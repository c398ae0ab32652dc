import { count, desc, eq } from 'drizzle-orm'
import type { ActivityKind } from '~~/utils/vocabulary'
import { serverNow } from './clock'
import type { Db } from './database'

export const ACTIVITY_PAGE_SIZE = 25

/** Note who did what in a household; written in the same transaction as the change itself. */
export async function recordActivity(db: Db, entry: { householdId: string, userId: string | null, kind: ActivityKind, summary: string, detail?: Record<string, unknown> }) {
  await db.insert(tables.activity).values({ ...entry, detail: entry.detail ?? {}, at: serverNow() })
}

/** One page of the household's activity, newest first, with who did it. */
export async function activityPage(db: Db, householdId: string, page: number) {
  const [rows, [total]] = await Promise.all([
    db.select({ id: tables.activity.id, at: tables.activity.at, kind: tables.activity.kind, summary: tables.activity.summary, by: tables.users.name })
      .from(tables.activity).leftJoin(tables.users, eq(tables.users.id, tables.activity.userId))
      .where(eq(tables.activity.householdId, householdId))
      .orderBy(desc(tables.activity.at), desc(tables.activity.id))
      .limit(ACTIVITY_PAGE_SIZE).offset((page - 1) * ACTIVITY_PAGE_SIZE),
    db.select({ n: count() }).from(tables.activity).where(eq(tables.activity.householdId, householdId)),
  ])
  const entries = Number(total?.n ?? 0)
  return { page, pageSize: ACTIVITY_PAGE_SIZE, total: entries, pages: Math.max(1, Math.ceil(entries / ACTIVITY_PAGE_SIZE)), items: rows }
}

....................

### Your instructions:
Begin with the first line of the data above and, please, print each line exactly until you have printed the line containing "const [rows, [total]]"; print nothing else.

### Result of this exercise:
repository c398ae0ab32652dc
import { count, desc, eq } from 'drizzle-orm'
import type { ActivityKind } from '~~/utils/vocabulary'
import { serverNow } from './clock'
import type { Db } from './database'

export const ACTIVITY_PAGE_SIZE = 25

/** Note who did what in a household; written in the same transaction as the change itself. */
export async function recordActivity(db: Db, entry: { householdId: string, userId: string | null, kind: ActivityKind, summary: string, detail?: Record<string, unknown> }) {
  await db.insert(tables.activity).values({ ...entry, detail: entry.detail ?? {}, at: serverNow() })
}

/** One page of the household's activity, newest first, with who did it. */
export async function activityPage(db: Db, householdId: string, page: number) {
  const [rows, [total]] = await Promise.all([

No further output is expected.